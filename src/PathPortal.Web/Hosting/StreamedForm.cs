using System.Buffers;
using Microsoft.AspNetCore.Antiforgery;
using Microsoft.AspNetCore.Http.Features;
using Microsoft.AspNetCore.WebUtilities;
using Microsoft.Net.Http.Headers;

namespace PathPortal.Web.Hosting;

/// <summary>
/// A posted form with one file, read as it comes: nothing beyond the limit is ever held in memory or on disk. The form's token has to be its
/// first field, so that a forged form is refused before its file is read.
/// </summary>
public sealed class StreamedForm
{
    private const int MaxFields = 8;
    private const int MaxFieldBytes = 16 * 1024;
    private const int MaxBoundaryLength = 100;

    // What is read and dropped after the limit, so that the browser gets to see the answer instead of a broken connection.
    private const long MaxDrained = 512L * 1024 * 1024;

    private readonly Dictionary<string, string> _fields = [];

    private StreamedForm()
    {
    }

    /// <summary>Null when the form could be read; else the status that says why not.</summary>
    public int? Refused { get; private set; }

    public string FileName { get; private set; } = "";

    /// <summary>Empty when no file was chosen.</summary>
    public byte[] File { get; private set; } = [];

    public string Field(string name) => _fields.GetValueOrDefault(name, "");

    public static async Task<StreamedForm> ReadAsync(HttpContext context, int maxFileBytes, CancellationToken cancellation)
    {
        if (context.Features.Get<IHttpMaxRequestBodySizeFeature>() is { IsReadOnly: false } limit)
            limit.MaxRequestBodySize = MaxDrained;
        var form = new StreamedForm();
        try
        {
            form.Refused = await form.FillAsync(context, maxFileBytes, cancellation);
        }
        catch (Exception e) when (e is InvalidDataException or IOException and not BadHttpRequestException)
        {
            form.Refused = StatusCodes.Status400BadRequest;
        }
        if (form.Refused is not null)
            await DrainAsync(context.Request.Body, cancellation);
        return form;
    }

    private async Task<int?> FillAsync(HttpContext context, int maxFileBytes, CancellationToken cancellation)
    {
        if (!MediaTypeHeaderValue.TryParse(context.Request.ContentType, out var type)
            || !type.MediaType.Equals("multipart/form-data", StringComparison.OrdinalIgnoreCase)
            || HeaderUtilities.RemoveQuotes(type.Boundary).Value is not { Length: > 0 and <= MaxBoundaryLength } boundary)
            return StatusCodes.Status400BadRequest;

        var trusted = false;
        var reader = new MultipartReader(boundary, context.Request.Body);
        while (await reader.ReadNextSectionAsync(cancellation) is { } section)
        {
            if (!ContentDispositionHeaderValue.TryParse(section.ContentDisposition, out var disposition) || !disposition.DispositionType.Equals("form-data"))
                return StatusCodes.Status400BadRequest;
            var name = HeaderUtilities.RemoveQuotes(disposition.Name).Value ?? "";
            var isFile = disposition.FileName.HasValue || disposition.FileNameStar.HasValue;
            if (!trusted)
            {
                if (isFile || await ReadFieldAsync(section.Body, cancellation) is not { } token || !await IsTrustedAsync(context, name, token))
                    return StatusCodes.Status400BadRequest;
                trusted = true;
            }
            else if (isFile)
            {
                FileName = HeaderUtilities.RemoveQuotes(disposition.FileNameStar.HasValue ? disposition.FileNameStar : disposition.FileName).Value ?? "";
                if (await ReadUpToAsync(section.Body, maxFileBytes, cancellation) is not { } bytes)
                    return StatusCodes.Status413PayloadTooLarge;
                File = bytes;
            }
            else if (_fields.Count >= MaxFields || await ReadFieldAsync(section.Body, cancellation) is not { } value)
            {
                return StatusCodes.Status400BadRequest;
            }
            else
            {
                _fields[name] = value;
            }
        }
        return trusted ? null : StatusCodes.Status400BadRequest;
    }

    private static async Task<bool> IsTrustedAsync(HttpContext context, string field, string token)
    {
        var antiforgery = context.RequestServices.GetRequiredService<IAntiforgery>();
        var names = antiforgery.GetTokens(context);
        if (field != names.FormFieldName || names.HeaderName is null)
            return false;
        // Read from the header, the token does not make the framework read the form.
        context.Request.Headers[names.HeaderName] = token;
        return await antiforgery.IsRequestValidAsync(context);
    }

    private static async Task<string?> ReadFieldAsync(Stream body, CancellationToken cancellation) =>
        await ReadUpToAsync(body, MaxFieldBytes, cancellation) is { } bytes ? System.Text.Encoding.UTF8.GetString(bytes) : null;

    /// <summary>The whole section, or null when it is longer.</summary>
    private static async Task<byte[]?> ReadUpToAsync(Stream body, int maxBytes, CancellationToken cancellation)
    {
        using var kept = new MemoryStream();
        var buffer = ArrayPool<byte>.Shared.Rent(64 * 1024);
        try
        {
            int read;
            while ((read = await body.ReadAsync(buffer, cancellation)) > 0)
            {
                if (kept.Length + read > maxBytes)
                    return null;
                kept.Write(buffer, 0, read);
            }
            return kept.ToArray();
        }
        finally
        {
            ArrayPool<byte>.Shared.Return(buffer);
        }
    }

    private static async Task DrainAsync(Stream body, CancellationToken cancellation)
    {
        var buffer = ArrayPool<byte>.Shared.Rent(64 * 1024);
        try
        {
            for (long drained = 0; drained < MaxDrained;)
            {
                var read = await body.ReadAsync(buffer, cancellation);
                if (read == 0)
                    return;
                drained += read;
            }
        }
        catch (IOException)
        {
            // The sender went away or sent more than is drained; the answer is the same.
        }
        finally
        {
            ArrayPool<byte>.Shared.Return(buffer);
        }
    }
}
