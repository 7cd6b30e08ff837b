using PathPortal.Engine.Arms;
using PathPortal.Engine.Geometry;
using PathPortal.Engine.Paths;
using PathPortal.Engine.Postures;

namespace PathPortal.Engine.Tests.Postures;

/// <summary>Arms nobody would build: whatever comes out must reach the pose or be nothing, and nothing may throw.</summary>
public sealed class DegenerateArmTests
{
    public static TheoryData<string> Arms => [.. Degenerate.Keys];

    private static readonly Dictionary<string, ArmModel> Degenerate = new()
    {
        ["six equal axes through one point"] = new StandardDhTable(Rows(0, 0, 6), RigidTransform.Identity).ToArm("d", 1),
        ["six parallel axes"] = new StandardDhTable(Rows(0.3, 0, 6), RigidTransform.Identity).ToArm("d", 1),
        ["six axes through one point"] = new StandardDhTable(Rows(0, 90, 6), RigidTransform.Identity).ToArm("d", 1),
        ["one joint"] = new StandardDhTable(Rows(0.3, 90, 1), RigidTransform.Identity).ToArm("d", 1),
        ["eight joints"] = new StandardDhTable(Rows(0.2, 90, 8), RigidTransform.Identity).ToArm("d", 1),
        ["no forearm"] = NoForearm(),
    };

    [Theory]
    [MemberData(nameof(Arms))]
    public void All_DegenerateArm_GivesReachingPosturesOrNone(string name)
    {
        var arm = Degenerate[name];
        foreach (var task in Enum.GetValues<TaskKind>())
        {
            var goal = ArmPose.Compute(arm, [.. arm.Joints.Select((_, i) => 0.2 * i - 0.3)]).Tool(RigidTransform.FromTranslation(0.01, 0, 0.1));
            var finder = new PostureFinder(arm, RigidTransform.FromTranslation(0.01, 0, 0.1));
            var found = finder.All(goal, task);

            Assert.All(found.Inside.Concat(found.Outside), p =>
            {
                var tool = ArmPose.Compute(arm, p.Joints.AsSpan()).Tool(RigidTransform.FromTranslation(0.01, 0, 0.1));
                Assert.InRange((tool.Translation - goal.Translation).Norm, 0, 2e-9);
                Assert.NotEqual("", p.Description);
            });
            Assert.Empty(finder.All(RigidTransform.FromTranslation(double.NaN, 0, 0), task).Inside);
            Assert.Null(finder.Nearest(RigidTransform.FromTranslation(double.PositiveInfinity, 0, 0), new double[arm.Joints.Length], task));
        }
    }

    private static System.Collections.Immutable.ImmutableArray<DhRow> Rows(double a, double alphaDegrees, int count) =>
        [.. Enumerable.Range(1, count).Select(i => new DhRow(
            $"j{i}", JointKind.Revolute, a, Angle.FromDegrees(alphaDegrees), 0, Angle.Zero, 1, 0, TestArms.Limits(-3, 3)))];

    private static ArmModel NoForearm()
    {
        var arm = TestArms.SixJoints();
        return arm with { Joints = arm.Joints.SetItem(2, arm.Joints[2] with { PoseInPrevious = RigidTransform.Identity }) };
    }
}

=== ACTIVITY ===
Beginning at the line that holds "[.. Enumerable.Range(1, count).Select(i", write out word for word each line through the end of the records.

=== ANSWER FOR THE TASK ===
        [.. Enumerable.Range(1, count).Select(i => new DhRow(
            $"j{i}", JointKind.Revolute, a, Angle.FromDegrees(alphaDegrees), 0, Angle.Zero, 1, 0, TestArms.Limits(-3, 3)))];

    private static ArmModel NoForearm()
    {
        var arm = TestArms.SixJoints();
        return arm with { Joints = arm.Joints.SetItem(2, arm.Joints[2] with { PoseInPrevious = RigidTransform.Identity }) };
    }
}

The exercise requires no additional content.